- What to do:
Your answer should be the exact lines of the data below from the one containing "const truth = simulateFlight(circuitPracticeScript());" through the one containing "it('the circuit lesson"; please include nothing else.

Collected data entries:
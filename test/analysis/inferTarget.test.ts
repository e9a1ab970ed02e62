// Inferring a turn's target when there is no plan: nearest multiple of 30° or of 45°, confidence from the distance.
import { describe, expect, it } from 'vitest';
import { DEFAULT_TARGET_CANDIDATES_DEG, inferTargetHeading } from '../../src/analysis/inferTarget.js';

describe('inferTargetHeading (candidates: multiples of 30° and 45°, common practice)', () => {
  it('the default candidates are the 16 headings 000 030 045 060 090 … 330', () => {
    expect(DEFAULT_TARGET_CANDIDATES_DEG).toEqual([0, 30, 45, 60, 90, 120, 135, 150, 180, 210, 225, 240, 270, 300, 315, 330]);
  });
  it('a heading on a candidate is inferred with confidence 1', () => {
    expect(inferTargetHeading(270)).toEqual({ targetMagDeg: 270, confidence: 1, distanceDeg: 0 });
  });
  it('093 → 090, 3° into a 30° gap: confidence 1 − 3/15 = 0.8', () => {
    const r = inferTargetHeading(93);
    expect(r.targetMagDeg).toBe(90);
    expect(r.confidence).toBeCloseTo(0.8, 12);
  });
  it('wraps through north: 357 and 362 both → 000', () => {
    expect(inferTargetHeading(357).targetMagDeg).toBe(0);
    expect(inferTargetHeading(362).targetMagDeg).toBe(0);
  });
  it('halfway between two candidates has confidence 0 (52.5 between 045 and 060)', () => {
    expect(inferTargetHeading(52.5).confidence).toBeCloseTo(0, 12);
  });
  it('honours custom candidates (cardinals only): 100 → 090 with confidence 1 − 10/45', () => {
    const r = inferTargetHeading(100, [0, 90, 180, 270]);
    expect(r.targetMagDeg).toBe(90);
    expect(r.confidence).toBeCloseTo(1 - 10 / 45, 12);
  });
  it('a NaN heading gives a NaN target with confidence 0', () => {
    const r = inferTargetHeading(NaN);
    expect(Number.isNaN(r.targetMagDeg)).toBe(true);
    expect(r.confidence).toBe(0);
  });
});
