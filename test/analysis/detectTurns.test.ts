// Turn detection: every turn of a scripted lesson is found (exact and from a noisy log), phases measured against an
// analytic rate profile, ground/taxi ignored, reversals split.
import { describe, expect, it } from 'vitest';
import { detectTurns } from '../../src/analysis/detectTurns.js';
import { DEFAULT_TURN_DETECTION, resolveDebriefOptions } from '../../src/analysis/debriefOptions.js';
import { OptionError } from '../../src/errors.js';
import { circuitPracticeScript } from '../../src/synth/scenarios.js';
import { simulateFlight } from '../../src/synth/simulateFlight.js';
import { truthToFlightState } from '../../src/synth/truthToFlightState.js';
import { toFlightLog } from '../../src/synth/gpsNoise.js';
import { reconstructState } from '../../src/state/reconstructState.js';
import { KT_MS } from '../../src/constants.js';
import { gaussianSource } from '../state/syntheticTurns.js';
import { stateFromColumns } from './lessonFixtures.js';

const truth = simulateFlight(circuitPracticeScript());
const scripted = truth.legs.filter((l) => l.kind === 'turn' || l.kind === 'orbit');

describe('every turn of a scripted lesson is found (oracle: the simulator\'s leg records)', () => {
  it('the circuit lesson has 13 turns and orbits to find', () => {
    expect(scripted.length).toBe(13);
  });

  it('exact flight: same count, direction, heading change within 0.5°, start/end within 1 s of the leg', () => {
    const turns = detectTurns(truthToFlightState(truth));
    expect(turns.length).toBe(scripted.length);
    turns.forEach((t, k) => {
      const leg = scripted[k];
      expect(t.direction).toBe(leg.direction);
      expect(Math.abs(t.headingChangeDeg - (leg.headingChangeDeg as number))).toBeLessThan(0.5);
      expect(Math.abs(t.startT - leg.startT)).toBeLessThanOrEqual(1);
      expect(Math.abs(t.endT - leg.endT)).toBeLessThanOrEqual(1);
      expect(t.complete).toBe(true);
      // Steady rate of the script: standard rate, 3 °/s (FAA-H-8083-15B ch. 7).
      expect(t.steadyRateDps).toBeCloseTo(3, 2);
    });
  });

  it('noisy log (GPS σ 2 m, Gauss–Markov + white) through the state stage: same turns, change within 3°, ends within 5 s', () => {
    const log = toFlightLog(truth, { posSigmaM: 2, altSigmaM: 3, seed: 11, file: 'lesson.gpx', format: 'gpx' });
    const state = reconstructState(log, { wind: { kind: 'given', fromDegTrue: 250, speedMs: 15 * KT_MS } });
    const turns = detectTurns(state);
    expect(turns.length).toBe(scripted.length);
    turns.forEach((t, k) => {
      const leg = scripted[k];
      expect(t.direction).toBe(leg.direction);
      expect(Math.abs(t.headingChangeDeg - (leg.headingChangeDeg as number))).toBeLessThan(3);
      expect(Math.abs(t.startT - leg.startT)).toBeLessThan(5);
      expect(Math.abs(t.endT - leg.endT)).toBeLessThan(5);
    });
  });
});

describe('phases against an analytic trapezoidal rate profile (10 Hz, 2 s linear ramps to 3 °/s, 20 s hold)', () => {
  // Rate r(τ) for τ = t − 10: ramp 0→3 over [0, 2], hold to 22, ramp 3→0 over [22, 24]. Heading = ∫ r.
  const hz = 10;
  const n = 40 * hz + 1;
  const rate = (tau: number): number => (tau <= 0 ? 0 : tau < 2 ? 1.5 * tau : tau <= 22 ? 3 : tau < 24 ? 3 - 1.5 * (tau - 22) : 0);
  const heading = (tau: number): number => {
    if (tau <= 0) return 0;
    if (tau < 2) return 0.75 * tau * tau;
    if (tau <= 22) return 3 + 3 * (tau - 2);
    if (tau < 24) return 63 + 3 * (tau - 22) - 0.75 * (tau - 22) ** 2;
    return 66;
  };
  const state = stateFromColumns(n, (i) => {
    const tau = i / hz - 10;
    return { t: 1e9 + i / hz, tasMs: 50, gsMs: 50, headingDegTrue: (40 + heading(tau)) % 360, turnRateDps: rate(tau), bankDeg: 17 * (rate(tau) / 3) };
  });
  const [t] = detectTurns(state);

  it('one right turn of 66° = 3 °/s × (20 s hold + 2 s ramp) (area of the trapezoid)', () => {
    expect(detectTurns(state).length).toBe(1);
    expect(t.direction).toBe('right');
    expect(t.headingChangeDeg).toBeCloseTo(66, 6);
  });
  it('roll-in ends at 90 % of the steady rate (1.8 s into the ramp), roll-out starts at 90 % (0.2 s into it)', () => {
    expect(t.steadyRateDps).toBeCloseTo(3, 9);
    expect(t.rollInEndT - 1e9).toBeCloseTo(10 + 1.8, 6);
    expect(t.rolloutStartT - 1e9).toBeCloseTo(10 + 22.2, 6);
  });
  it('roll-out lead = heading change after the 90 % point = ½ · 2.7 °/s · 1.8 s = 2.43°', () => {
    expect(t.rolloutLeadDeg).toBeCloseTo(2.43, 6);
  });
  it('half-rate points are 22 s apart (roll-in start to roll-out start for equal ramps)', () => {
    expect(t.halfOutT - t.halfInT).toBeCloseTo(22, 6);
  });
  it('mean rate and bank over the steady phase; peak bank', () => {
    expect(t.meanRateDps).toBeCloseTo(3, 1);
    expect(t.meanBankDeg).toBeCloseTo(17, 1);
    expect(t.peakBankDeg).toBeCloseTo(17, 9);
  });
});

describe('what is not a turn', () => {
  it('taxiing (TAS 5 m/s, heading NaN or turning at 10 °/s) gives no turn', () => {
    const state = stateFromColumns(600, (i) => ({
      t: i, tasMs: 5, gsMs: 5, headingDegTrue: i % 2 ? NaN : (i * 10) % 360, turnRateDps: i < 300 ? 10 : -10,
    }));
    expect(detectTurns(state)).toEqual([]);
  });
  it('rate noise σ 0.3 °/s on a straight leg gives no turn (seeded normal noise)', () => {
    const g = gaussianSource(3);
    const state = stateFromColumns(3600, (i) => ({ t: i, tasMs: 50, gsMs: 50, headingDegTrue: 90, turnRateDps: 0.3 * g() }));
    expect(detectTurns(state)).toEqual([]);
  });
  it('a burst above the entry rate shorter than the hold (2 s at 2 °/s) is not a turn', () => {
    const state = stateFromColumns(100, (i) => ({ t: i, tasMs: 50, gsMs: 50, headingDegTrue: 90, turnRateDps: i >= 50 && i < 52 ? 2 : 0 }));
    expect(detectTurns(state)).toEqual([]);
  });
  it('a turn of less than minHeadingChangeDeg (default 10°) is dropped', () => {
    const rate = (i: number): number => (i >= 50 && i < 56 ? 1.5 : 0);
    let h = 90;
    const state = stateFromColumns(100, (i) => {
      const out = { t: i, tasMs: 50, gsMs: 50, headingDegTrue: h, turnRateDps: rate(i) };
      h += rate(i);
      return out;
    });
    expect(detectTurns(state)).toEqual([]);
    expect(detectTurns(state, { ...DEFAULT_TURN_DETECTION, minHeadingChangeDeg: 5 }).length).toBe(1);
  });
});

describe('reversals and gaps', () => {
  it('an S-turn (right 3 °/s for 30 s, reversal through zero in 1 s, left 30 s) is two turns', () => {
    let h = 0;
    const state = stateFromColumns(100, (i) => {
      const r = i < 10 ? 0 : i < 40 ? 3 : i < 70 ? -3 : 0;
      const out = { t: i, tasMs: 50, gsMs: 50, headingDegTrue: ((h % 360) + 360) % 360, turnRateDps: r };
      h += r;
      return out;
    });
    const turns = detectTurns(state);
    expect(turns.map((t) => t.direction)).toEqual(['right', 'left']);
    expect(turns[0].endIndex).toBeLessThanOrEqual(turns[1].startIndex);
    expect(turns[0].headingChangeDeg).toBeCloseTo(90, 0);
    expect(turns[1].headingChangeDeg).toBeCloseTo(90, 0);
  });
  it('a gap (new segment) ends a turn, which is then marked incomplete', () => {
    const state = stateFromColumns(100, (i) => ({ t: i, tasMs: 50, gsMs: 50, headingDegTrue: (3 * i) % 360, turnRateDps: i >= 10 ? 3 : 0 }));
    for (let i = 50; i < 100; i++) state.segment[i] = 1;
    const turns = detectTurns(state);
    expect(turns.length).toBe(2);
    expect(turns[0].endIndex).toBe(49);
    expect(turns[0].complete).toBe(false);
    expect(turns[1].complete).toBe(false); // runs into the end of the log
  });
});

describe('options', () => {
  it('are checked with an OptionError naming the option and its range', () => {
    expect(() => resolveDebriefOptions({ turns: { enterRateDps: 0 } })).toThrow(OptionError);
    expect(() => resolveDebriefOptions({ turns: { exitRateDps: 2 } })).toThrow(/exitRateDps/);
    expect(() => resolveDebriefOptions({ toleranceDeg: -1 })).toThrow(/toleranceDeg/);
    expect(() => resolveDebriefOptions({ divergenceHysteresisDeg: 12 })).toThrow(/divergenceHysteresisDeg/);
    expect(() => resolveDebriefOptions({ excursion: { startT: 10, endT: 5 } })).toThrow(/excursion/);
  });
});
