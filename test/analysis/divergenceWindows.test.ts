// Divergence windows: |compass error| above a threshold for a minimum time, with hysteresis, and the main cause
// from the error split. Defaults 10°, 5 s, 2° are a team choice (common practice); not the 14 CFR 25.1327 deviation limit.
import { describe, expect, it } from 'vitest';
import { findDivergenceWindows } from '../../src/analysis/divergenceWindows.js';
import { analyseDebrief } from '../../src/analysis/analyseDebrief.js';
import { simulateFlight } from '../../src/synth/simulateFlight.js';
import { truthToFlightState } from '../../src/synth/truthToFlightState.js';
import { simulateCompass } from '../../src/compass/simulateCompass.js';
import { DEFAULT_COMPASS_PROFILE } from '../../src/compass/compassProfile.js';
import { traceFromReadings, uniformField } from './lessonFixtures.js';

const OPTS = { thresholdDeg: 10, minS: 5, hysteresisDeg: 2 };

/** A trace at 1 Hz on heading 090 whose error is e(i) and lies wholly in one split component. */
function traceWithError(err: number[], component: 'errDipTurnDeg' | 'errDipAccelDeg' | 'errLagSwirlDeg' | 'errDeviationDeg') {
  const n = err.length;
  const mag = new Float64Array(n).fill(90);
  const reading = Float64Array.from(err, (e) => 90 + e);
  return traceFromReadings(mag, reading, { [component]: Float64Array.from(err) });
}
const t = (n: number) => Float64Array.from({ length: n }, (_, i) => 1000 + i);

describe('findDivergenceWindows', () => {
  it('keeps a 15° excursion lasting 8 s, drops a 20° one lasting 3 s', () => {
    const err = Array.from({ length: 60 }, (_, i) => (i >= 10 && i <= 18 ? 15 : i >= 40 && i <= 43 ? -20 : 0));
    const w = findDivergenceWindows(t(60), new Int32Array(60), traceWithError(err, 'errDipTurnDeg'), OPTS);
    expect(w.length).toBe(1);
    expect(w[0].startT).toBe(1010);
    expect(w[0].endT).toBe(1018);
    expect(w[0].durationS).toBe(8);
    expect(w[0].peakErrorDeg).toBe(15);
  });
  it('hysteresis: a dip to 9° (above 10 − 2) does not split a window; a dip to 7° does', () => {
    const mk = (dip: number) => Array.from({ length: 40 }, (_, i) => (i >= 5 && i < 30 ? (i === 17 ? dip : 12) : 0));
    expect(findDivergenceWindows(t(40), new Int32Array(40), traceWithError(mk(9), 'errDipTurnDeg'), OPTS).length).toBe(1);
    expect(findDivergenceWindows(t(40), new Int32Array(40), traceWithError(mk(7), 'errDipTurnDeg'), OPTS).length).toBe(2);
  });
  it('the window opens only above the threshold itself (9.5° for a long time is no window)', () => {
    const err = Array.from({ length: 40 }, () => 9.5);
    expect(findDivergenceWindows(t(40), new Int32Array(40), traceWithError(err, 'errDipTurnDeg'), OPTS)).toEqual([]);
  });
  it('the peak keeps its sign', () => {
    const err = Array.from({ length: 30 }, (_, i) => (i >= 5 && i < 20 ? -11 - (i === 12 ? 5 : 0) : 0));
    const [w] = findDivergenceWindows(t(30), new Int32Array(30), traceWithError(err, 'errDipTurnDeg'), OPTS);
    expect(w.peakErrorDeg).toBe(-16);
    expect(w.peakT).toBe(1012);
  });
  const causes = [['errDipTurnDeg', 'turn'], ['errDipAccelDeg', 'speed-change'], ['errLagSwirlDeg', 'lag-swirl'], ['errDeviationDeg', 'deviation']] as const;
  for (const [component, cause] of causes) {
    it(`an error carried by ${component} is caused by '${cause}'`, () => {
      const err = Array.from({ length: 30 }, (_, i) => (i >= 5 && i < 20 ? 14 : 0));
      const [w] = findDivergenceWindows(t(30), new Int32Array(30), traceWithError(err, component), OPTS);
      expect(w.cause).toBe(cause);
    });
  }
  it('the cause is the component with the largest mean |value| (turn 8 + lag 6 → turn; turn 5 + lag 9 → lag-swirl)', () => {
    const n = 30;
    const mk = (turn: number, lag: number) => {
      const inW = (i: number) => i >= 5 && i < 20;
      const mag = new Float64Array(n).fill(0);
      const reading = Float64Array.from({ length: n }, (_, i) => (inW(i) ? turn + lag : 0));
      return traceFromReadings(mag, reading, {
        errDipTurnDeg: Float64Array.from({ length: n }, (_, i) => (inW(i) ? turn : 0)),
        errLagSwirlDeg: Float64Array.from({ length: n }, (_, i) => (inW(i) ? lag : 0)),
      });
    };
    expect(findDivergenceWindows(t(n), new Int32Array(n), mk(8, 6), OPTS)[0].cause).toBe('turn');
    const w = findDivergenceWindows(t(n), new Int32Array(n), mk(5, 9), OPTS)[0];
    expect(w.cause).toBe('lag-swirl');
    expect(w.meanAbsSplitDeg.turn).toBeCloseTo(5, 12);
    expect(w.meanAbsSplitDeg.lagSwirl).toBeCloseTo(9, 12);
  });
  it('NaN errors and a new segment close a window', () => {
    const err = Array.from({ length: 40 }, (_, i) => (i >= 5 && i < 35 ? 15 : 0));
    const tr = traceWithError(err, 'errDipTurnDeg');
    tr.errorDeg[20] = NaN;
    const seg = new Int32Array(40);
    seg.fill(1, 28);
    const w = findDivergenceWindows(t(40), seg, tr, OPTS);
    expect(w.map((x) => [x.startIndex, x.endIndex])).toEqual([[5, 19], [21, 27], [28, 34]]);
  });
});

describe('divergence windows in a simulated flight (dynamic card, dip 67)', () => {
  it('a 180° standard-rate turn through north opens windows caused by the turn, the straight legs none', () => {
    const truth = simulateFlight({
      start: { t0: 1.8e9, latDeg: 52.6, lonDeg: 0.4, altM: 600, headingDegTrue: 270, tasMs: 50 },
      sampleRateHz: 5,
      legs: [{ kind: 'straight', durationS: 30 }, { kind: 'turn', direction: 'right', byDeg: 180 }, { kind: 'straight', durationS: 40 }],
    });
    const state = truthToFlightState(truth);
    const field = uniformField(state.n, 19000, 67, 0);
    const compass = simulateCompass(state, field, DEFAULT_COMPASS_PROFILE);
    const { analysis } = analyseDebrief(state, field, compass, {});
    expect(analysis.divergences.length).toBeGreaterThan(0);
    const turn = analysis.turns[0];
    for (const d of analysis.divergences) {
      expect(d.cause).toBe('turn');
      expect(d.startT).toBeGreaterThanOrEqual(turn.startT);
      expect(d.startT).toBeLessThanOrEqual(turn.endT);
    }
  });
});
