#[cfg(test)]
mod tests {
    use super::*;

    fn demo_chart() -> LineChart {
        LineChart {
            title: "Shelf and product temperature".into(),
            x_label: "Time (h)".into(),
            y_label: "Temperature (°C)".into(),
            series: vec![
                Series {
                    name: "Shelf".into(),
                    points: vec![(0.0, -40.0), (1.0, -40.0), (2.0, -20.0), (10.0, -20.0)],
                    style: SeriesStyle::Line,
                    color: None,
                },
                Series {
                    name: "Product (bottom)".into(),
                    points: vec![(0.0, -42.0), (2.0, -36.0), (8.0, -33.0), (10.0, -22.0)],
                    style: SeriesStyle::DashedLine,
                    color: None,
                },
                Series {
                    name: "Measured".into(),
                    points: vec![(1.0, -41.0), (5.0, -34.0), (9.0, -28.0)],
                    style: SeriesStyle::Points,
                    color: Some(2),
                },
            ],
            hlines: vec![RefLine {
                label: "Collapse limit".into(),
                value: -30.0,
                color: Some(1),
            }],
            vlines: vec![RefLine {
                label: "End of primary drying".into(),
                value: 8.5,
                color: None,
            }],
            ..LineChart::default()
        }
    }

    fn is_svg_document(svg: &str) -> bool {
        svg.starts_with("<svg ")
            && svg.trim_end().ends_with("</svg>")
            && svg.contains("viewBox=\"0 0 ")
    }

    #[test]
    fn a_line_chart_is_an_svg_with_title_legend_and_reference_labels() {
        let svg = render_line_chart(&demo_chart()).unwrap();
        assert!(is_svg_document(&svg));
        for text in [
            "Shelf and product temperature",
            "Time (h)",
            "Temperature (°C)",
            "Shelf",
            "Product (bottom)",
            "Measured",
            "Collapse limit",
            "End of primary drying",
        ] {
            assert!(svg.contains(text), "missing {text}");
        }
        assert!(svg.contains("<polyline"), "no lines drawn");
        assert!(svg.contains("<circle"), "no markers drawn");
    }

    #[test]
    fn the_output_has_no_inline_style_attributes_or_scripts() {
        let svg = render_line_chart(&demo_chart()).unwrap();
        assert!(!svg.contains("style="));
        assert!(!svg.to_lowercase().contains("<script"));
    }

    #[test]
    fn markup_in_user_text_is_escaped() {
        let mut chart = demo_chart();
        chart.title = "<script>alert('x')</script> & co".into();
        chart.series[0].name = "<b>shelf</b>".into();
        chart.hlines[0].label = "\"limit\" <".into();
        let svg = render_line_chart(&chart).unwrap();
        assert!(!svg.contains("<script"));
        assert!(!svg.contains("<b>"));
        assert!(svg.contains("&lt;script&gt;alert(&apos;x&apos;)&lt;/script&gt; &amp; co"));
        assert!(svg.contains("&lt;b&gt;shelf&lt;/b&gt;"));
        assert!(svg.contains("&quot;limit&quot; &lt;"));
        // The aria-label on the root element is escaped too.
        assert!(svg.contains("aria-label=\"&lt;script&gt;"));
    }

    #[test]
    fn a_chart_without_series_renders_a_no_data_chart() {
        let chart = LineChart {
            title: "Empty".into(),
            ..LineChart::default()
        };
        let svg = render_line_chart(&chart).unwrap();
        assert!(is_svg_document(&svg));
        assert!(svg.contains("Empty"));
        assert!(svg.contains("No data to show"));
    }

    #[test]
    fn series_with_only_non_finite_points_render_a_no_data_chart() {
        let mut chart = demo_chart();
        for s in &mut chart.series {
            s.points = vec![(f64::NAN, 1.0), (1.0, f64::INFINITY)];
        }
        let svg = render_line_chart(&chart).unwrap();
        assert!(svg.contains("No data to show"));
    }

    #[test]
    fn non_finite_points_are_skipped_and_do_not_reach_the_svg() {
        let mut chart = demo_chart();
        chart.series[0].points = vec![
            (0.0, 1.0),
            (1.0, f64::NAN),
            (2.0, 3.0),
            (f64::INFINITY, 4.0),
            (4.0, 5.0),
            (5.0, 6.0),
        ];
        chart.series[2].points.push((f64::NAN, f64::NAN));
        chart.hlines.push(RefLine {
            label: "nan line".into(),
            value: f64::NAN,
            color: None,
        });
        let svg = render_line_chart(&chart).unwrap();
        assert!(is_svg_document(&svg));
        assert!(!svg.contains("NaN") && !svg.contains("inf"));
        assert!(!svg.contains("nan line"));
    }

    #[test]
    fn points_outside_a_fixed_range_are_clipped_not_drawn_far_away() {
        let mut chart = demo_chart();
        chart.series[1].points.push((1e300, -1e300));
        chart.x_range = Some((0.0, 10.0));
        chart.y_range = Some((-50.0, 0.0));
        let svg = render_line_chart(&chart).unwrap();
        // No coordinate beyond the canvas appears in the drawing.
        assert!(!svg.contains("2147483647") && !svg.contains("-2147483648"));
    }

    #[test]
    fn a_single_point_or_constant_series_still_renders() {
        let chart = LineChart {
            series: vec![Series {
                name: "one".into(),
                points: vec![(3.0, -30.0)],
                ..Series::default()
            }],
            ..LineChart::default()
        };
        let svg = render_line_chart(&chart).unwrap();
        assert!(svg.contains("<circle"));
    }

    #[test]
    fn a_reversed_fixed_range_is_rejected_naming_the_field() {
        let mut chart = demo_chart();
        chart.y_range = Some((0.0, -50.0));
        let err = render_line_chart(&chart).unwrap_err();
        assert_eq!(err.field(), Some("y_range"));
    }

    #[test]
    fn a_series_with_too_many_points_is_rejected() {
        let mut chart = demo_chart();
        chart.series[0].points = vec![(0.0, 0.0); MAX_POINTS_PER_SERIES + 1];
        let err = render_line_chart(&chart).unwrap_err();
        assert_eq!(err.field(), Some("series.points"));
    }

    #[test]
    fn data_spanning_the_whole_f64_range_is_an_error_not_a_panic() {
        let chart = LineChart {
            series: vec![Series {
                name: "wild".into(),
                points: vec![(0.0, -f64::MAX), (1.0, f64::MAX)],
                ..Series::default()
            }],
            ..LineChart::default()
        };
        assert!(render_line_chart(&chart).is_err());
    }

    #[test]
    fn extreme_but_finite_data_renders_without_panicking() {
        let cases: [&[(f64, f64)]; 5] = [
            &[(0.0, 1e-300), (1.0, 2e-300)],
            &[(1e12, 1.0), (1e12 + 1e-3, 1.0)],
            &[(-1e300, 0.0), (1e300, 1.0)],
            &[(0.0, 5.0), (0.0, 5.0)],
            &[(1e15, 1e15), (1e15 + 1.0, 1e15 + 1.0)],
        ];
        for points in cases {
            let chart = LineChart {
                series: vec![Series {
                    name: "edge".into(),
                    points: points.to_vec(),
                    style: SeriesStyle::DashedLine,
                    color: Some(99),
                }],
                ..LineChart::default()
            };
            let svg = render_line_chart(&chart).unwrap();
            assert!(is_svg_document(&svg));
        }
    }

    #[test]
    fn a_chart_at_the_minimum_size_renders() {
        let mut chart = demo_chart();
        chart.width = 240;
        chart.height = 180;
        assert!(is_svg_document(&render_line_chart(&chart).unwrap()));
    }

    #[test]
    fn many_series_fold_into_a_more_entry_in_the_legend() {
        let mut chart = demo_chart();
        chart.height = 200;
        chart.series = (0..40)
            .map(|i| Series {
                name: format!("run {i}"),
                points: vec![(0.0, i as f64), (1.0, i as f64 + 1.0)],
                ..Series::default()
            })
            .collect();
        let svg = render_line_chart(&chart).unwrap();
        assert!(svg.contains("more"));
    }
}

- Response area:
const truth = simulateFlight(circuitPracticeScript());
const scripted = truth.legs.filter((l) => l.kind === 'turn' || l.kind === 'orbit');

describe('every turn of a scripted lesson is found (oracle: the simulator\'s leg records)', () => {
  it('the circuit lesson has 13 turns and orbits to find', () => {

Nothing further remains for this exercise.